Synthesis of biotin and a biotinylated protein.
An avidin blot (29) with extracts of M. barkeri cells grown in a medium lacking biotin exhibited several bands (Fig. 1A). Hence, the organism was capable of synthesizing biotin and of biotinylating a candidate polypeptide without any external source of biotin. The intense band at ∼65 kDa was typical of the biotin-carrying subunit (PYCB) of an arcaheal PYC (28, 31). Thus, we purified and characterized the corresponding protein. As shown below, it possessed PYC activity and the above-mentioned avidin-reacting ∼65-kDa band indeed corresponded to the PYCB subunit of the enzyme (Fig. 1B and C). For the cells grown with a supply of biotin, the relative intensity of the ∼65-kDa band increased. Thus, M. barkeri exhibited a less stringent version of the control on PYC synthesis seen in Methanobacterium thermoautotrophicum (31); the latter requires exogenously supplied biotin to express holo-PYC (31), although it makes biotin (33), and a similar phenomenon exists in several bacteria (reviewed in reference 31). Whether other bands in the blot (Fig. 1A) represented certain biotinylated proteins or originated from charge-charge interactions between certain negatively charged nonbiotinylated polypeptides and avidin was not determined; the biotin-independent interactions with avidin have been seen with Methanobacterium thermoautotrophicum and Methanococcus jannaschii cell extracts (28, 31).
FIG. 1.
SDS-PAGE and avidin blot analyses. The methods were as described previously (24, 29) with modifications. The acrylamide concentrations in SDS gels were 12% for the results shown in panels A and C and 10% for panel B. For the blots phosphatase-conjugated avidin was used at a concentration of 0.1 mg liter−1. The molecular masses for the standards (in lanes marked M) are given in kilodaltons. (A) Avidin blot analysis of M. barkeri cell extracts. + biotin, cells were grown in a medium containing several vitamins (9), including d-biotin to a final concentration of 200 nM; − biotin, growth medium lacked added biotin. In each case 60 μg of cell extract protein was analyzed. Lane M, Bio-Rad Laboratories' Kaleidoscope prestained standards. (B) SDS-PAGE for purified PYC. (C) Avidin blot for purified PYC. Lane M, prestained standards.

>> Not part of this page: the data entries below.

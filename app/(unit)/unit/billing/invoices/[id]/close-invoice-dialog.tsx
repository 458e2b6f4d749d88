"use client";

import { zodResolver } from "@hookform/resolvers/zod";
import { useQueryClient } from "@tanstack/react-query";
import { useRouter } from "next/navigation";
import { useState } from "react";
import { useForm } from "react-hook-form";
import { toast } from "sonner";
import { applyFieldErrors } from "@/components/forms/apply-field-errors";
import { FormError } from "@/components/forms/form-error";
import { Button } from "@/components/ui/button";
import { Dialog, DialogContent, DialogTrigger } from "@/components/ui/dialog";
import { Field } from "@/components/ui/field";
import { Textarea } from "@/components/ui/input";
import { closeInvoiceAction } from "./actions";
import { type CloseInvoiceForm, closeInvoiceFormSchema } from "./schemas";

const WORDS = {
  void: {
    button: "Void",
    title: "Void this invoice",
    description: "For an invoice issued in error: it is cancelled here and in the payment service, and nothing is owed on it. This cannot be undone.",
    done: "The invoice is void.",
  },
  uncollectible: {
    button: "Write off",
    title: "Write this invoice off",
    description: "For a debt that will not be paid: it stays on record as written off and gets no more reminders. It can still be paid online.",
    done: "The invoice is written off.",
  },
} as const;

/** Void an invoice, or mark it uncollectible, with the reason. */
export function CloseInvoiceDialog({ invoiceId, to }: { invoiceId: number; to: "void" | "uncollectible" }) {
  const words = WORDS[to];
  const [open, setOpen] = useState(false);
  const [formError, setFormError] = useState<string | null>(null);
  const router = useRouter();
  const queryClient = useQueryClient();
  const {
    register,
    handleSubmit,
    setError,
    formState: { errors, isSubmitting },
  } = useForm<CloseInvoiceForm>({ resolver: zodResolver(closeInvoiceFormSchema), defaultValues: { invoiceId, to, reason: "" } });

  const onSubmit = async (values: CloseInvoiceForm) => {
    setFormError(null);
    const result = await closeInvoiceAction(values);
    if (!result.ok) {
      applyFieldErrors(result.error.fields, setError);
      setFormError(result.error.message);
      return;
    }
    toast.success(words.done);
    await queryClient.invalidateQueries({ queryKey: ["invoice", invoiceId] });
    router.refresh();
    setOpen(false);
  };

  return (
    <Dialog open={open} onOpenChange={setOpen}>
      <DialogTrigger asChild>
        <Button variant="ghost" size="sm">
          {words.button}
        </Button>
      </DialogTrigger>
      <DialogContent title={words.title} description={words.description}>
        <form onSubmit={handleSubmit(onSubmit)} noValidate className="space-y-4">
          <FormError message={formError} />
          <fieldset disabled={isSubmitting} className="space-y-4">
            <Field id={`close-${to}-reason`} label="Reason" error={errors.reason?.message}>
              <Textarea id={`close-${to}-reason`} aria-invalid={!!errors.reason} {...register("reason")} />
            </Field>
            <div className="flex justify-end gap-2">
              <Button variant="secondary" onClick={() => setOpen(false)}>
                Cancel
              </Button>
              <Button type="submit" variant="danger">
                {isSubmitting ? "Saving…" : words.button}
              </Button>
            </div>
          </fieldset>
        </form>
      </DialogContent>
    </Dialog>
  );
}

Purification and molecular characterization of PYC.
M. barkeri strain Fusaro (20) was grown at 37°C on methanol (125 mM) in single-cell morphology. A bicarbonate-CO2-buffered medium (27) with the following modifications was used. The trace metals were supplied from a stock (30), which was modified to have Fe(NH4)2(SO4)2 · 6H2O as the Fe source and to provide an Fe level of 20 μM in the final medium. The vitamin solution was that of Bryant et al. (9). The cultures were raised according to the method of Balch and Wolfe (4). The harvested cells were stored frozen at −70°C.
For a typical enzyme purification experiment, 10 g (wet weight) of cell pellets was resuspended in a 10-ml solution containing 100 mM Tris-HCl buffer (pH 8), 10% inositol, 10 mM MgCl2, 4 mM dithiothreitol, and 1 mM phenylmethylsulfonyl fluoride. The cell suspension was passed three times through a French pressure cell at 1,240 atm. The resulting broken-cell slurry was supplemented with 0.4 mg of bovine pancreal DNase I (from a 5-mg/ml stock solution) (Sigma Chemical Co., St. Louis, Mo.) and held on ice for 30 min. The thinned slurry was mixed with a 10-ml solution of 3 M KCl, 50 mM Tris-HCl buffer (pH 8), 5% inositol, 5 mM MgCl2, 2 mM dithiothreitol, and 0.5 mM phenylmethylsulfonyl fluoride. The mixture was centrifuged for 30 min at 27,000 × g. The supernatant collected from this stage was recentrifuged for 1 h at 100,000 × g to obtain a KCl-enriched high-spin extract. From this extract, PYC was purified as described previously (31). The entire procedure was completed in 6 to 7 h, yielding about 0.16 mg of enzyme (in 6 ml of eluent) with a specific activity value (at 70°C) in the range of 72 to 118 U mg−1; protein was assayed according to the method of Bradford (8), and the activity was determined as described below. The product exhibited a Coomassie blue staining smear in a native-polyacrylamide gel (data not shown), indicating structural changes during electrophoresis. A similar observation has been made for the PYC from Methanobacterium thermoautotrophicum (31).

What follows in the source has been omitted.